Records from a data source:

***

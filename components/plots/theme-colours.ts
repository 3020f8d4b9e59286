'use client';

import { useEffect, useState } from 'react';

/** The figure colours of the current theme as the canvas needs them (resolved `rgb(…)` values). */
export interface ThemeColours {
  background: string;
  ink: string;
  inkSoft: string;
  rule: string;
}

const VARIABLES: Record<keyof ThemeColours, string> = {
  background: '--color-plot-bg',
  ink: '--color-plot-ink',
  inkSoft: '--color-plot-ink-soft',
  rule: '--color-plot-rule',
};

/** The light theme's figure colours (app/globals.css), for the first render and the server. */
const LIGHT: ThemeColours = {
  background: '#fffdf8',
  ink: '#1d2327',
  inkSoft: '#4a545b',
  rule: '#bdb4a0',
};

/**
 * Reads the theme's figure colours at `el`. The variables hold light-dark(…) pairs, which only a
 * property that is painted resolves, so each is read back through the `color` of a probe.
 */
function readColours(el: Element): ThemeColours {
  const probe = document.createElement('span');
  probe.style.display = 'none';
  el.append(probe);
  const out = { ...LIGHT };
  for (const key of Object.keys(VARIABLES) as (keyof ThemeColours)[]) {
    probe.style.color = `var(${VARIABLES[key]})`;
    out[key] = getComputedStyle(probe).color || LIGHT[key];
  }
  probe.remove();
  return out;
}

/**
 * The figure colours at the element behind `ref`, read again when the reader switches the theme
 * (a class on <html>) or the system's preference changes.
 */
export function useThemeColours(ref: React.RefObject<Element | null>): ThemeColours {
  const [colours, setColours] = useState<ThemeColours>(LIGHT);
  useEffect(() => {
    const read = () => ref.current && setColours(readColours(ref.current));
    read();
    const observer = new MutationObserver(read);
    observer.observe(document.documentElement, { attributes: true, attributeFilter: ['class'] });
    const media = window.matchMedia('(prefers-color-scheme: dark)');
    media.addEventListener('change', read);
    return () => {
      observer.disconnect();
      media.removeEventListener('change', read);
    };
  }, [ref]);
  return colours;
}

/** `#rrggbb` or `rgb(r, g, b)` as three 0–255 channels. */
export function rgbChannels(colour: string): [number, number, number] {
  if (colour.startsWith('#')) {
    const n = parseInt(colour.slice(1), 16);
    return [(n >> 16) & 255, (n >> 8) & 255, n & 255];
  }
  const m = /rgba?\(\s*([\d.]+)[ ,]+([\d.]+)[ ,]+([\d.]+)/.exec(colour);
  if (!m) throw new RangeError(`rgbChannels: cannot read colour ${colour}`);
  return [Number(m[1]), Number(m[2]), Number(m[3])];
}
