'use client';

import { niceTicks } from '@/components/plots/scatter-canvas';
import { PLOT_COLOURS, SvgFigure, axisNumber } from '@/components/plots/figure';

const W = 360;
const H = 210;
const M = { left: 52, right: 12, top: 12, bottom: 42 };

/**
 * A histogram given as bin `edges` (length n + 1) and `counts` (length n), drawn as an inline
 * SVG bar chart with the quantity and its unit on the x axis and what is counted on the y axis.
 */
export function HistogramSvg({
  title,
  edges,
  counts,
  xLabel,
  yLabel,
  fileStem,
  labelBin,
}: {
  title: string;
  edges: number[];
  counts: number[];
  /** Axis title with its unit, e.g. `separation (″)`. */
  xLabel: string;
  /** What the bars count, e.g. `links`. */
  yLabel: string;
  fileStem: string;
  /**
   * For bins of unequal width (complex sizes 2, 3, …, 6–10, …): draw every bin equally wide and
   * label it with this text instead of a numeric axis.
   */
  labelBin?: (lo: number, hi: number) => string;
}) {
  const w = W - M.left - M.right;
  const h = H - M.top - M.bottom;
  const usable = edges.length === counts.length + 1 && counts.length > 0;
  const lo = usable ? edges[0] : 0;
  const hi = usable ? edges[edges.length - 1] : 1;
  const maxCount = Math.max(1, ...counts);
  const n = counts.length;
  const px = (x: number) => M.left + ((x - lo) / (hi - lo || 1)) * w;
  // The left and right pixel of bin i: proportional to its edges, or equal slots per bin.
  const binX = (i: number): [number, number] =>
    labelBin
      ? [M.left + (i / n) * w, M.left + ((i + 1) / n) * w]
      : [px(edges[i]), px(edges[i + 1])];
  const yTicks = niceTicks(0, maxCount, 4).ticks.filter((t) => Number.isInteger(t));
  const yTop = Math.max(maxCount, yTicks[yTicks.length - 1] ?? 1);
  const py = (c: number) => M.top + h - (c / yTop) * h;
  const xt = niceTicks(lo, hi, 6);
  const total = counts.reduce((a, b) => a + b, 0);
  return (
    <SvgFigure
      title={title}
      fileStem={fileStem}
      width={W}
      height={H}
      caption={`${total.toLocaleString('en-US')} ${yLabel} in ${n} bins`}
    >
      {yTicks.map((t) => (
        <g key={`y${t}`}>
          <line x1={M.left} x2={M.left + w} y1={py(t)} y2={py(t)} stroke={PLOT_COLOURS.faint} />
          <text x={M.left - 6} y={py(t)} dy="0.35em" textAnchor="end" fill={PLOT_COLOURS.inkSoft}>
            {t.toLocaleString('en-US')}
          </text>
        </g>
      ))}
      {usable &&
        counts.map((c, i) => {
          const [x0, x1] = binX(i);
          return (
            <rect
              key={i}
              x={x0 + 0.5}
              width={Math.max(0.5, x1 - x0 - 1)}
              y={py(c)}
              height={M.top + h - py(c)}
              fill={PLOT_COLOURS.accent}
              fillOpacity={0.85}
            >
              <title>{`${axisNumber(edges[i], xt.decimals + 1)} to ${axisNumber(edges[i + 1], xt.decimals + 1)}: ${c}`}</title>
            </rect>
          );
        })}
      <line x1={M.left} x2={M.left + w} y1={M.top + h} y2={M.top + h} stroke={PLOT_COLOURS.ink} />
      <line x1={M.left} x2={M.left} y1={M.top} y2={M.top + h} stroke={PLOT_COLOURS.ink} />
      {labelBin &&
        usable &&
        counts.map((_, i) => {
          const [x0, x1] = binX(i);
          return (
            <text
              key={`b${i}`}
              x={(x0 + x1) / 2}
              y={M.top + h + 15}
              textAnchor="middle"
              fill={PLOT_COLOURS.inkSoft}
            >
              {labelBin(edges[i], edges[i + 1])}
            </text>
          );
        })}
      {!labelBin &&
        xt.ticks.map((t) => (
          <g key={`x${t}`}>
            <line
              x1={px(t)}
              x2={px(t)}
              y1={M.top + h}
              y2={M.top + h + 4}
              stroke={PLOT_COLOURS.ink}
            />
            <text x={px(t)} y={M.top + h + 15} textAnchor="middle" fill={PLOT_COLOURS.inkSoft}>
              {axisNumber(t, xt.decimals)}
            </text>
          </g>
        ))}
      <text x={M.left + w / 2} y={H - 6} textAnchor="middle" fill={PLOT_COLOURS.ink}>
        {xLabel}
      </text>
      <text
        transform={`translate(13 ${M.top + h / 2}) rotate(-90)`}
        textAnchor="middle"
        fill={PLOT_COLOURS.ink}
      >
        {yLabel}
      </text>
      {!usable && (
        <text x={M.left + w / 2} y={M.top + h / 2} textAnchor="middle" fill={PLOT_COLOURS.inkSoft}>
          nothing to show
        </text>
      )}
    </SvgFigure>
  );
}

***

= WHAT YOU WILL DO =
In the data, how many lines include the string "width"? Reply with only that number.

= FINISHED EXERCISE =
3